Para quem viu, ou principalmente para quem não viu o show Os Doces Bárbaros, o filme homônimo é uma agradável revelação. Palavra mágica, como mágica, aliás, é não só a performance de Gil & Caetano & Gal, como em particular a montagem do filme de Jom Tob Azulay.
Mágicos, uns & outros, baianos & filme, porque jogando com conceitos que extrapolam a dicotomia significante/significado. Mágicos, uns & outros, porque projetam paradigmas sobre sintagmas, ícones sobre símbolos, códigos não-verbais sobre o código verbal, assumindo a verdadeira função poética, como queria Jakobson. E assim fazendo roçam os campos do acaso, onde se situa a aura poética, de Mallarmé a Pound & outros menos votados: um lance de dados significáveis, extra-significado.
Mas, deixemos esses macetes comunicalóides e vamos aos fatos. Para o show, contribuíram os baianos – inventiva, garra, sensibilidade, não importa: é um jogo de seu (deles) métier. Para o filme, supostamente, o acaso: uma série de ocorrências extra-show, que enriqueceram o contéudo filmíco. É isso e não é isso. O acaso contribuiu na medida em que os baianos são imprevisíveis; na qualidade de verdadeiros artistas, trabalham como artesãos da inventividade, principalmente Gil e Caetano.
E, ainda, por fatores exógenos (prisão de Gil em Florianópolis, as inusitadas palavras de Bethânia durante a entrevista), tornando uma mera filmagem seqüencial de um show (leia-se documentário, leitura fria, horizontal, exposição de ocorrências etc.) num momento vivo, numa explosão de significáveis. Isto é, abertura de significados, fusão do irreal/real, como na canção-título: “tudo ainda é tal e qual/no entanto nada igual”.
Caotizar o caos
O filme vive na fronteira entre o acontecimento e a ficção, entre o episódico e o supra-real, entre o show do palco e o show de nonsense das entrevistas e da ocorrência policial em Florianópolis. Na boca do policial, o som direto de palavras como barato, fumo, ou aí eu segurei a porta do quarto do Caetano com o pé: sacumé!, macete de polícia..., atuam como componentes de irresistível humor, apesar da dolorida realidade dos fatos por trás disso tudo.
Um dos planos dessa seqüência marca perfeitamente o tom que emerge das entrelinhas (melhor, dos entrefotogramas) de todo o filme. É quando o promotor procura separar o homem do artista, Dr. Jekyl de Mr. Hyde, o supostamente maconheiro Gilberto não-sei-das-contas Gil do compositor Gilberto Gil, “uma das mais altas expressões da música popular brasileira, um dos mais lídimos representantes de nossa Arte”... breque. Vira-se para o escrevente, e soletra pausadamente: “lídimos, eu disse lí-di-mos”.

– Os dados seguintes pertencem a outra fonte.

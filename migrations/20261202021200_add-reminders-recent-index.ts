import type { Knex } from 'knex';

// The overview shows a firm's latest reminders: an index led by firm_id keeps that a short read.
export async function up(knex: Knex): Promise<void> {
  await knex.schema.alterTable('reminders', (t) => {
    t.index(['firm_id', 'created_at'], 'reminders_recent');
  });
}

export async function down(knex: Knex): Promise<void> {
  await knex.schema.alterTable('reminders', (t) => {
    t.dropIndex(['firm_id', 'created_at'], 'reminders_recent');
  });
}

Nessa hora, a câmera pega Gil em close: a roupa exótica, agressivos lacinhos no cabelo pixaim, ele me sai com uma declaração na medida, completamente sem sentido dentro do contexto: “Vejam vocês, tenho 34 anos, cinco filhos, com informação sobre o bem e o mal”. A seqüência é a mostra mais significativa de todo o filme, porque é onde está melhor espelhada a defasagem entre os dois mundos: o homem da lei, preocupado com a exatidão vernacular, cacos de brilhareco perdidos em meio ao mofo legislativo; o artista, buscando ordenar o caos, um maniqueu deslocado, quando no palco sua função (cumprida comme il faut) é precisamente às avessas – caotizar o caos, utilizando-se do repertório mais deslavadamente tropical: “com a espada de Ogum/ a bênção de Olorum/ o raio de Iansã/ rasgamos a manhã/ vermelha/ alto astral/ altas transas/ lindas canções/ afoxés/ astronaves/ aves/cordões”.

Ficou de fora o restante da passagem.